I'm in a similar place to you in that I'm thinking about upgrading from a Sage machine. So, I'm not claiming experience of the machines I mention below, but after a bit of research these are the ones I'm interested in. Regarding the discussion about how hands on you want to be, I kinda think it could take years to become an excellent espresso maker, but it should only take a few weeks or less to know the basics and be able to produce a competent cup. After that, the journey should be very rewarding, in discovering beans of the world and developing the skills to get the best out of them.

Anyway, in terms of buying a machine, I don't want to take a step by step approach and lose money each time I upgrade. So, I think I'll shoot for the stars (life's too short,etc!). I like the look of:

- ECM Synchronika (or a lesser spec'ed model of theirs). I like the look of their German engineering. If they're anything like their cars, that's good enough for me.

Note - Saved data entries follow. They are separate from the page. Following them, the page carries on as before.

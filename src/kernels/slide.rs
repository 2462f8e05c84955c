//! The sliding step: a damped Newton method on positions and amplitudes together.
//!
//! Minimises the nonconvex, but smooth away from `a_j = 0`, objective
//!
//! ```text
//!   f(τ, a) = ½‖y − Φ(τ)a‖₂² + λ Σ_j |a_j|,        Φ(τ)_{kj} = exp(−i2πkτ_j)
//! ```
//!
//! over the real variables `(τ_j, Re a_j, Im a_j)` (the "sliding" step of Sliding Frank–Wolfe, Denoyelle,
//! Duval, Peyré & Soubies 2019, Inverse Problems 36(1), Alg. 2; the local step of ADCG, Boyd, Schiebinger
//! & Recht 2017, SIAM J. Optim. 27(2)). With `λ = 0` it is the nonlinear least-squares fit on a fixed
//! number of spikes; with positions frozen it is the amplitude LASSO restricted to its support.
//!
//! The exact Hessian is used (Gauss–Newton term `JᵀJ` plus the residual term, which does not vanish at a
//! BLASSO optimum, plus the curvature `λ(I − â âᵀ)/|a|` of the modulus), with Levenberg–Marquardt damping
//! `H + μ diag(JᵀJ)` and Nielsen's update of `μ` (Nielsen 1999, IMM-REP-1999-05): near a non-degenerate
//! minimum the iteration is Newton's and converges quadratically.
//!
//! Derivatives, with `p(t) = Σ_k r_k exp(i2πkt) = (F*r)(t)`, `r = y − Φa` and
//! `D_p(t) = Σ_{k∈K} k^p exp(i2πkt)`:
//!
//! ```text
//!   ∂f/∂τ_j = −Re(a_j conj p'(τ_j)),   ∂f/∂Re a_j + i ∂f/∂Im a_j = −p(τ_j) + λ a_j/|a_j|
//!   (JᵀJ)_{τ_j τ_l} = 4π² Re(conj(a_j) a_l D_2(τ_j − τ_l)),  (JᵀJ)_{τ_j, Re a_l} = Re(i2π conj(a_j) D_1(τ_j − τ_l)),
//!   (JᵀJ)_{τ_j, Im a_l} = −2π Re(conj(a_j) D_1(τ_j − τ_l)),  amplitude block = real form of D_0(τ_j − τ_l),
//!   residual term (j = l only): ττ −Re(a_j conj p''(τ_j)),  τ Re a −Re p'(τ_j),  τ Im a −Im p'(τ_j).
//! ```
//!
//! (derived for this crate; checked against finite differences in the tests below).

use crate::kernels::band::Model;
use crate::kernels::cg::{solve_spd, ITERATIVE_FROM};
use faer::linalg::matmul::matmul;
use faer::linalg::solvers::Solve;
use faer::{Accum, Mat, MatRef, Par, Side};
use num_complex::Complex64;
use std::f64::consts::PI;

/// A spike train in the centred, normalised frame of a [`Model`].
#[derive(Debug, Clone, Default, PartialEq)]
pub(crate) struct Point {
    /// Positions (not necessarily wrapped during a slide).
    pub tau: Vec<f64>,
    /// Centred, normalised amplitudes.
    pub amp: Vec<Complex64>,
}

impl Point {
    /// Number of spikes.
    pub fn len(&self) -> usize {
        self.tau.len()
    }

    /// True for no spikes.
    pub fn is_empty(&self) -> bool {
        self.tau.is_empty()
    }

    /// `Σ_j |a_j|`.
    pub fn l1(&self) -> f64 {
        self.amp.iter().map(|a| a.norm()).sum()
    }

    /// Remove spikes whose amplitude is exactly zero (the soft-thresholding output) or not finite.
    pub fn prune_zeros(&mut self) -> usize {
        let before = self.len();
        let keep: Vec<bool> = self
            .amp
            .iter()
            .map(|a| a.norm() > 0.0 && a.re.is_finite() && a.im.is_finite())
            .collect();
        self.retain(&keep);
        before - self.len()
    }

    /// Keep the spikes flagged `true`.
    pub fn retain(&mut self, keep: &[bool]) {
        let mut k = keep.iter();
        self.tau.retain(|_| *k.next().unwrap_or(&true));
        let mut k = keep.iter();
        self.amp.retain(|_| *k.next().unwrap_or(&true));
    }

    /// Merge spikes closer than `tol` (wrap-around) into one at the modulus-weighted mean position
    /// with the summed amplitude. Returns the number of merges.
    pub fn merge_close(&mut self, tol: f64) -> usize {
        let mut merges = 0;
        let mut j = 0;
        while j < self.len() {
            let mut l = j + 1;
            while l < self.len() {
                let d = crate::model::wrap_difference(self.tau[l], self.tau[j]);
                if d.abs() < tol {
                    let (wj, wl) = (self.amp[j].norm(), self.amp[l].norm());
                    let w = if wj + wl > 0.0 { wl / (wj + wl) } else { 0.5 };
                    self.tau[j] += w * d;
                    let extra = self.amp[l];
                    self.amp[j] += extra;
                    self.tau.remove(l);
                    self.amp.remove(l);
                    merges += 1;
                } else {
                    l += 1;
                }
            }
            j += 1;
        }
        merges
    }
}

/// Objective, gradient and Hessian at one point.
pub(crate) struct Local {
    /// `f(τ, a)`.
    pub f: f64,
    /// Gradient over `(τ, Re a, Im a)`.
    pub grad: Vec<f64>,
    /// Hessian (exact) over the same variables.
    pub hess: Mat<f64>,
    /// `diag(JᵀJ)`, the damping scale.
    pub scale: Vec<f64>,
}

/// `f(τ, a) = ½‖y − Φa‖² + λΣ|a_j|`.
pub(crate) fn objective(model: &Model, point: &Point, lambda: f64) -> f64 {
    let r = model.residual_at(&point.tau, &point.amp);
    0.5 * r.iter().map(|z| z.norm_sqr()).sum::<f64>() + lambda * point.l1()
}

/// Objective, gradient and exact Hessian at `point` (see the module docs for the formulas). With
/// `positions` false only the amplitude entries are filled (the others are zero).
pub(crate) fn local(model: &Model, point: &Point, lambda: f64, positions: bool) -> Local {
    let s = point.len();
    let orders = if positions { 3 } else { 1 };
    // Large supports on a contiguous band never form the |K| × s atom matrix: the residual and the
    // correlations are streamed and the Gram sums taken in closed form.
    let (r, [p0, p1, p2], g) = if model.grams_closed_form(s) {
        let r = model.residual_at(&point.tau, &point.amp);
        let p = model.correlate_at(&point.tau, &r);
        (r, p, model.closed_grams(&point.tau, orders))
    } else {
        let e = model.atoms(&point.tau);
        let r = model.residual(&e, &point.amp);
        let p = model.correlate(&e, &r);
        let g = model.grams(&point.tau, &e, orders);
        (r, p, g)
    };
    let f = 0.5 * r.iter().map(|z| z.norm_sqr()).sum::<f64>() + lambda * point.l1();
    let a = &point.amp;
    let n = 3 * s;
    let mut grad = vec![0.0; n];
    let mut hess = Mat::<f64>::zeros(n, n);
    let two_pi = 2.0 * PI;
    let i2pi = Complex64::new(0.0, two_pi);
    for j in 0..s {
        let modulus = a[j].norm();
        let unit = if modulus > 0.0 {
            a[j] / modulus
        } else {
            Complex64::new(0.0, 0.0)
        };
        grad[s + j] = -p0[j].re + lambda * unit.re;
        grad[2 * s + j] = -p0[j].im + lambda * unit.im;
        for l in 0..s {
            // D_p(τ_j − τ_l) = conj((G_p)_{jl}).
            let d0 = g[0][(j, l)].conj();
            hess[(s + j, s + l)] += d0.re;
            hess[(s + j, 2 * s + l)] += -d0.im;
            hess[(2 * s + j, s + l)] += d0.im;
            hess[(2 * s + j, 2 * s + l)] += d0.re;
            if !positions {
                continue;
            }
            let d1 = g[1][(j, l)].conj();
            let d2 = g[2][(j, l)].conj();
            hess[(j, l)] += two_pi * two_pi * (a[j].conj() * a[l] * d2).re;
            let ta = (i2pi * a[j].conj() * d1).re;
            let tb = -two_pi * (a[j].conj() * d1).re;
            hess[(j, s + l)] += ta;
            hess[(s + l, j)] += ta;
            hess[(j, 2 * s + l)] += tb;
            hess[(2 * s + l, j)] += tb;
        }
        if positions {
            grad[j] = -(a[j] * p1[j].conj()).re;
            // Residual (second-order) terms, diagonal blocks only.
            hess[(j, j)] += -(a[j] * p2[j].conj()).re;
            hess[(j, s + j)] += -p1[j].re;
            hess[(s + j, j)] += -p1[j].re;
            hess[(j, 2 * s + j)] += -p1[j].im;
            hess[(2 * s + j, j)] += -p1[j].im;
        }
        // Curvature of λ|a|: (λ/|a|)(I − â âᵀ).
        if modulus > 0.0 && lambda > 0.0 {
            let c = lambda / modulus;
            hess[(s + j, s + j)] += c * (1.0 - unit.re * unit.re);
            hess[(2 * s + j, 2 * s + j)] += c * (1.0 - unit.im * unit.im);
            hess[(s + j, 2 * s + j)] -= c * unit.re * unit.im;
            hess[(2 * s + j, s + j)] -= c * unit.re * unit.im;
        }
    }
    let m = model.len() as f64;
    let mut scale = vec![m; n];
    if positions {
        for j in 0..s {
            scale[j] = (two_pi * two_pi * a[j].norm_sqr() * g[2][(j, j)].re).max(1e-300);
        }
    }
    Local {
        f,
        grad,
        hess,
        scale,
    }
}

/// The damped Newton step `(H + μ diag(d)) δ = −g`: Cholesky (faer) for small systems, block-Jacobi
/// preconditioned conjugate gradients ([`crate::kernels::cg`]) from [`ITERATIVE_FROM`] unknowns on
/// (the blocks are the 2 or 3 unknowns of each spike). `None` when the damped matrix is not positive
/// definite or the step is not finite (the caller raises `μ`).
fn newton_step(
    h: MatRef<'_, f64>,
    d: &[f64],
    mu: f64,
    g: &[f64],
    s: usize,
    iterative: bool,
) -> Option<Vec<f64>> {
    let n = g.len();
    let step = if iterative {
        let shift: Vec<f64> = d.iter().map(|v| mu * v).collect();
        let rhs: Vec<f64> = g.iter().map(|v| -v).collect();
        // Unknowns of spike j: j, s + j (and 2s + j) among the trailing n of (τ, Re a, Im a).
        let per = n / s;
        let blocks: Vec<Vec<usize>> = (0..s)
            .map(|j| (0..per).map(|r| r * s + j).collect())
            .collect();
        solve_spd(h, &shift, &rhs, blocks, CG_TOLERANCE, CG_MAX_ITER).ok()?
    } else {
        let damped = Mat::<f64>::from_fn(n, n, |i, j| {
            h[(i, j)] + if i == j { mu * d[i] } else { 0.0 }
        });
        let llt = damped.llt(Side::Lower).ok()?;
        let rhs = Mat::<f64>::from_fn(n, 1, |i, _| -g[i]);
        let delta = llt.solve(&rhs);
        (0..n).map(|i| delta[(i, 0)]).collect()
    };
    step.iter().all(|x| x.is_finite()).then_some(step)
}

/// `δᵀHδ`.
fn quadratic(h: MatRef<'_, f64>, step: &[f64]) -> f64 {
    let n = step.len();
    let mut hs = vec![0.0; n];
    let x = MatRef::from_column_major_slice(step, n, 1);
    let y = faer::MatMut::from_column_major_slice_mut(&mut hs, n, 1);
    matmul(y, Accum::Replace, h, x, 1.0, Par::Seq);
    step.iter().zip(&hs).map(|(a, b)| a * b).sum()
}

/// Relative residual at which the iterative Newton solve stops: far below the steps the slide's
/// convergence test resolves (inexact Newton with a small forcing term converges like Newton's
/// method; Nocedal & Wright 2006, *Numerical Optimization*, Thm. 7.2).
const CG_TOLERANCE: f64 = 1e-12;

/// Iteration cap of the iterative Newton solve.
const CG_MAX_ITER: usize = 400;

/// How a slide ended.
#[derive(Debug, Clone, Copy, PartialEq)]
pub(crate) struct SlideOutcome {
    /// Accepted steps.
    pub steps: usize,
    /// True when the last step was below rounding level (or the decrease the model predicts was).
    pub converged: bool,
}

- Vesuvius seems to me to have the ultimate in terms of being able to adjust the parameters (pressure particularly). You don't have to tinker with the parameters until you're ready, but you have that flexibility.

- Londinium R is probably the winner for me. Its owners won't hear a word against it. The engineering looks superb, and there is less electronics to potentially fail some day down the line. It has that cache about it which just makes it highly desirable.

Admittedly, I need to experience one or more of these machines to make the choice. (Oh yes, and then you need a great grinder to pair it with - Monolith Titan?)


----------



## Jony (Sep 8, 2017)

so 4k then^


----------



## J_Fo (Dec 24, 2017)

I know it's not what you've asked but... have you thought about getting a Gaggia Classic for a year or two while getting your head around espresso?

I've just fitted a pid on mine and adjusted the pressure and it's really pulling some excellent shots.

I only mention it as you could pick one up on the forum (with mods already done if that's not your bag, all very easy to do though) then sell it on again if/when you want to upgrade. I doubt you'd lose more than fifty quid.

Also means you can get yourself a really sweet grinder....


----------



## GingerBen (Sep 7, 2017)

wilse said:


> What about Expobar Leva?
> 
> You can pick these up cheaper (usually.) I've been really impressed with mine, double boiler, good steaming power, consistent brews, drip tray big enough to swim in (nearly) and so far problem free. Thumbs up from me.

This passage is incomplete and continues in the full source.